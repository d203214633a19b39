/* SPDX-License-Identifier: GPL-3.0-or-later
 * SPDX-FileCopyrightText: The Tiltfield developers
 */
#pragma once

/* Tables of seeded random cases of the statistics, in long form: the case's own figures stand in
 * every row of it. */

void print_fisher (void);
void print_pairs (void);
void print_angles (void);
void print_opinions (void);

========================================================================

* _What the task asks_
Give every entry again, character for character.

* _Result of this exercise_
repository d203214633a19b39
/* SPDX-License-Identifier: GPL-3.0-or-later
 * SPDX-FileCopyrightText: The Tiltfield developers
 */
#pragma once

/* Tables of seeded random cases of the statistics, in long form: the case's own figures stand in
 * every row of it. */

void print_fisher (void);
void print_pairs (void);
void print_angles (void);
void print_opinions (void);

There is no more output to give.